National mortgage lender promised 300-plus jobs in Cary. Then interest rates rose.

North Carolina terminated four economic incentive agreements Tuesday, including a 2021 grant for the national mortgage lender PennyMac Financial Services to create 322 jobs in Cary.

In a Dec. 19 letter to the North Carolina Department of Commerce, PennyMac executive vice president Janis Allen named higher interest rates as the chief reason her company would not meet its hiring commitment.

“Due to the cyclical nature of the mortgage industry, we were hopeful that the duration of elevated interest rates would not be long lasting,” Allen wrote. “Unfortunately, we do not see this change taking place with the base period (of the grant).

In early 2021, PennyMac pledged to add 300-plus jobs in the Triangle by the end of the following year. The lender made this announcement at a moment of “significant growth” for the company, Allen told the Commerce Department.

“Three years ago, PennyMac opened its doors in Cary, North Carolina, as a strategic, growth-oriented investment that benefited both our employees and the community,” she wrote. “Fueled by record-low interest rates and a surging economy in 2021.”

However, the California-based company has seen its nationwide headcount shrink after recent layoffs. According to its latest annual public filings, PennyMac’s U.S. workforce went from 6,900 employees at the end of fiscal 2021 to only “over 4,000” a year later.

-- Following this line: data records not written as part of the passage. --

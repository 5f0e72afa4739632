/**
 * unaryIterationSelect: recognises a SELECT — a conjugated block whose action applies L ≥ 2 items, each under a
 * distinct pattern of controls on the same index qubits (as linearCombination and pauliLcu build it) — and costs its
 * action by unary iteration instead of the simulated multi-controlled form: L − 1 Toffolis for the iteration, each
 * item applied under a single control, and as many work qubits as index qubits (Babbush et al., Phys. Rev. X 8,
 * 041015, 2018, §III A: a controlled unary iteration over L items costs 4L − 4 T gates, i.e. L − 1 logical ANDs; from
 * memory). Extra controls on the call are first merged into one qubit by logical ANDs. PREPARE (the compute part) is
 * counted as simulated, once whatever the repeat count (only the action repeats).
 */
import type { Block, UnitaryOp } from '../../circuit/types.js';
import type { CostOverride } from '../CostOverride.js';
import { singleCharge, sumCounts, type HierarchyCount } from '../HierarchyCount.js';
import { tally } from '../Tally.js';

export const UNARY_ITERATION_SOURCE = 'Babbush et al., Phys. Rev. X 8, 041015 (2018), unary iteration';

interface Item {
  readonly ops: UnitaryOp[];
}

/** The items of the action when it has the SELECT shape, else null. */
function selectItems(action: readonly UnitaryOp[]): { items: Item[]; indexQubits: number } | null {
  if (action.length < 2) return null;
  const first = action[0]!;
  const index = [...first.controls, ...first.negControls].sort((a, b) => a - b);
  if (index.length === 0) return null;
  const indexKey = index.join(',');
  const items: Item[] = [];
  const seen = new Set<string>();
  let current = '';
  for (const op of action) {
    if ([...op.controls, ...op.negControls].sort((a, b) => a - b).join(',') !== indexKey) return null;
    const pattern = [...op.controls].sort((a, b) => a - b).join(',');
    const stripped: UnitaryOp = { ...op, controls: [], negControls: [] };
    if (pattern === current && items.length > 0) {
      items[items.length - 1]!.ops.push(stripped);
      continue;
    }
    if (seen.has(pattern)) return null;
    seen.add(pattern);
    current = pattern;
    items.push({ ops: [stripped] });
  }
  return items.length >= 2 ? { items, indexQubits: index.length } : null;
}

/** The override for `block` when it is a SELECT, else null. */
export function unaryIterationSelect(block: Block): CostOverride | null {
  const body = block.body;
  if (body.kind !== 'conjugated') return null;
  const shape = selectItems(body.action);
  if (!shape) return null;
  const { items, indexQubits } = shape;
  const L = items.length;
  return {
    label: 'SELECT by unary iteration',
    source: UNARY_ITERATION_SOURCE,
    cost: (context) => {
      const external = context.controls + context.negControls;
      const parts: (readonly [HierarchyCount, number])[] = [
        [context.countOps(body.compute, 0, 0, false), 1],
        [context.countOps(body.compute, 0, 0, true), 1],
        [singleCharge('SELECT by unary iteration', UNARY_ITERATION_SOURCE, tally({
          toffoli: L - 1 + Math.max(0, external - 1),
          cliffords: 2 * context.negControls,
          extraAncillas: indexQubits + Math.max(0, external - 1),
        })), context.times],
      ];
      for (const item of items) parts.push([context.countOps(item.ops, 1, 0, context.inverse), context.times]);
      return sumCounts(parts);
    },
  };
}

North Carolina made a single payment of $23,882 to PennyMac in the grant’s first year. The state awards money through job development investment grants, or JDIGs, once grant-recipient companies create jobs. Incentives are then realized through payroll tax rebates. PennyMac could have received more than $1.9 million from the state had it met its hiring goals.

The company retains a Cary office, south of Lake Crabtree, where it employed 68 full-time workers as of December. Allen told the state PennyMac has invested $1.5 million to improvement its Triangle office, short of the $4.3 million it anticipated spending.

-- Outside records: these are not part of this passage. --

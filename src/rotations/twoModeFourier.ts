// The two-mode fermionic Fourier gate F2: one-particle (1/√2)[[1, 1], [1, −1]] on adjacent modes, |11> → −|11>.
import { defineBlock } from '../circuit/defineBlock.js';
import { call, gate } from '../circuit/ops.js';
import type { Block } from '../circuit/types.js';
import { givensRotation } from './givensRotation.js';

/**
 * `two_mode_fourier` on qubits (mode p, mode p+1): z on mode p+1 then R(π/4), so
 * |p> → (|p> + |p+1>)/√2, |p+1> → (|p> − |p+1>)/√2, |11> → −|11> (determinant −1), vacuum fixed
 * (Verstraete, Cirac & Latorre, Phys. Rev. A 79, 032316, 2009).
 */
export const twoModeFourier: Block = defineBlock(
  { name: 'two_mode_fourier', role: 'two-mode fermionic Fourier gate F2 (z on the upper mode, then R(pi/4))', qubits: 2 },
  [gate('z', [1]), call(givensRotation, [0, 1], [Math.PI / 4])],
);
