//! `oddsboard generate` (not built yet).

use super::CliResult;
use std::path::PathBuf;

#[derive(Debug, clap::Args)]
pub struct Args {
    /// Incident file or log.
    pub file: PathBuf,
}

pub fn run(_args: Args) -> CliResult {
    anyhow::bail!("`generate` is not built yet")
}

NC ends three other incentive deals

Most economic projects backed by JDIG incentives never meet their initial jobs targets, data on the 20-year-old program shows. Commerce Department spokesperson David Rhoades contends the program is “working as designed” with the grants structured to have a “safety net” to protect taxpayer dollars.

During the Economic Investment Council meeting Tuesday, North Carolina canceled three other JDIG awards.

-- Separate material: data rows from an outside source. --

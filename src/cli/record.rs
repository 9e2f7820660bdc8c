//! `oddsboard record LOG EVENT`: appends one event after checking it applies;
//! `-` reads one event a line from stdin, each line all-or-nothing.

use super::CliResult;
use super::input::actor;
use crate::log::{Event, LogWriter};
use std::io::BufRead;
use std::path::PathBuf;

#[derive(Debug, clap::Args)]
pub struct Args {
    /// The log to append to.
    pub log: PathBuf,
    /// The event as YAML or JSON text, e.g. '{kind: unit_lost, unit: E2}';
    /// `-` reads one event a line from stdin (blank lines and lines starting
    /// with `#` are skipped).
    pub event: String,
    /// Who records it (default: $USER, else "operator").
    #[arg(long)]
    pub by: Option<String>,
    /// Stamp the record with this time (RFC 3339, e.g.
    /// 2026-03-09T03:05:00Z) instead of now, for recording a drill or an
    /// exercise after the fact. Refused when earlier than the log's last
    /// record; with `-`, every line gets this time.
    #[arg(long, value_name = "RFC3339", value_parser = parse_at)]
    pub at: Option<chrono::DateTime<chrono::Utc>>,
    /// Print one JSON document: for each event, its stdin line, and the
    /// record written (`seq`, `at`, `kind`) or the reason it was refused.
    #[arg(long)]
    pub json: bool,
}

/// What became of one event, for `--json`.
#[derive(serde::Serialize)]
struct Outcome {
    /// stdin line (1 for an event given on the command line).
    line: usize,
    recorded: bool,
    seq: Option<u64>,
    at: Option<String>,
    kind: Option<&'static str>,
    event: Option<String>,
    error: Option<String>,
}

/// Parses `--at`: an RFC 3339 time, kept in UTC.
pub fn parse_at(text: &str) -> Result<chrono::DateTime<chrono::Utc>, String> {
    chrono::DateTime::parse_from_rfc3339(text.trim())
        .map(|t| t.with_timezone(&chrono::Utc))
        .map_err(|e| format!("not an RFC 3339 time (e.g. 2026-03-09T03:05:00Z): {e}"))
}

/// Parses one event from YAML or JSON text.
pub fn parse_event(text: &str) -> Result<Event, String> {
    serde_yaml::from_str::<Event>(text).map_err(|e| {
        let msg = e.to_string();
        match e.location() {
            Some(l) if !msg.contains("line ") => {
                format!("line {} column {}: {msg}", l.line(), l.column())
            }
            _ => msg,
        }
    })
}

pub fn run(args: Args) -> CliResult {
    let by = actor(args.by);
    let log = args.log.display().to_string();
    let mut writer = LogWriter::open(&args.log)?;
    if args.event != "-" {
        let event = parse_event(&args.event).map_err(|e| anyhow::anyhow!("{log}: event: {e}"))?;
        let record = writer.append_at(&by, event, args.at)?;
        warn_repair(&writer, &log);
        if args.json {
            super::json::print_rows(&[recorded(1, &record)])?;
        } else {
            println!(
                "recorded seq {}: {}",
                record.seq,
                crate::clean::clean(&record.event.describe())
            );
        }
        return Ok(());
    }
    let mut outcomes = Vec::new();
    let stdin = std::io::stdin();
    let (mut ok, mut refused) = (0usize, 0usize);
    for (i, line) in stdin.lock().lines().enumerate() {
        let line_no = i + 1;
        let line = line.map_err(|e| anyhow::anyhow!("stdin:{line_no}: cannot read: {e}"))?;
        let text = line.trim();
        if text.is_empty() || text.starts_with('#') {
            continue;
        }
        let outcome = parse_event(text)
            .map_err(|e| format!("event: {e}"))
            .and_then(|ev| {
                writer
                    .append_at(&by, ev, args.at)
                    .map_err(|e| e.to_string())
            });
        match outcome {
            Ok(r) => {
                ok += 1;
                if args.json {
                    outcomes.push(recorded(line_no, &r));
                } else {
                    println!(
                        "stdin:{line_no}: recorded seq {}: {}",
                        r.seq,
                        crate::clean::clean(&r.event.describe())
                    );
                }
            }
            Err(e) => {
                refused += 1;
                eprintln!("stdin:{line_no}: refused: {}", crate::clean::clean(&e));
                outcomes.push(Outcome {
                    line: line_no,
                    recorded: false,
                    seq: None,
                    at: None,
                    kind: None,
                    event: None,
                    error: Some(e),
                });
            }
        }
    }
    warn_repair(&writer, &log);
    if args.json {
        super::json::print_rows(&outcomes)?;
    }
    if refused > 0 {
        anyhow::bail!(
            "{log}: {refused} of {} events refused (the others were recorded)",
            ok + refused
        );
    }
    Ok(())
}

fn recorded(line: usize, r: &crate::log::Record) -> Outcome {
    Outcome {
        line,
        recorded: true,
        seq: Some(r.seq),
        at: Some(r.at.to_rfc3339_opts(chrono::SecondsFormat::Millis, true)),
        kind: Some(r.event.kind()),
        event: Some(r.event.describe()),
        error: None,
    }
}

fn warn_repair(writer: &LogWriter, log: &str) {
    if let Some(t) = writer.repaired_tail() {
        eprintln!(
            "warning: {log}:{}: {t}; it was cut off before appending",
            t.line
        );
    }
}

An agreement with North American Aerospace Industries to create 380 jobs in Eastern North Carolina’s Lenoir County ended after the company failed to file annual reports to the state. No taxpayer dollars were awarded through this grant.

Earlier this month, the U.S. division of the Taiwanese textile company Everest asked the Commerce Department to terminated its JDIG for its operations in the Western North Carolina town of Forest City. Everest cited COVID, automation and workforce shortages for why it fell short of hiring 550 workers. The company said it currently had 120 workers at its Forest City site.

The fourth JDIG to end was for the Wilmington-area software company Vantaca. The company informed the state it plans to “expand its operations and grow its headcount” in Southeastern North Carolina, but that a change to its parent company necessitated an end to its agreement to add 94 jobs.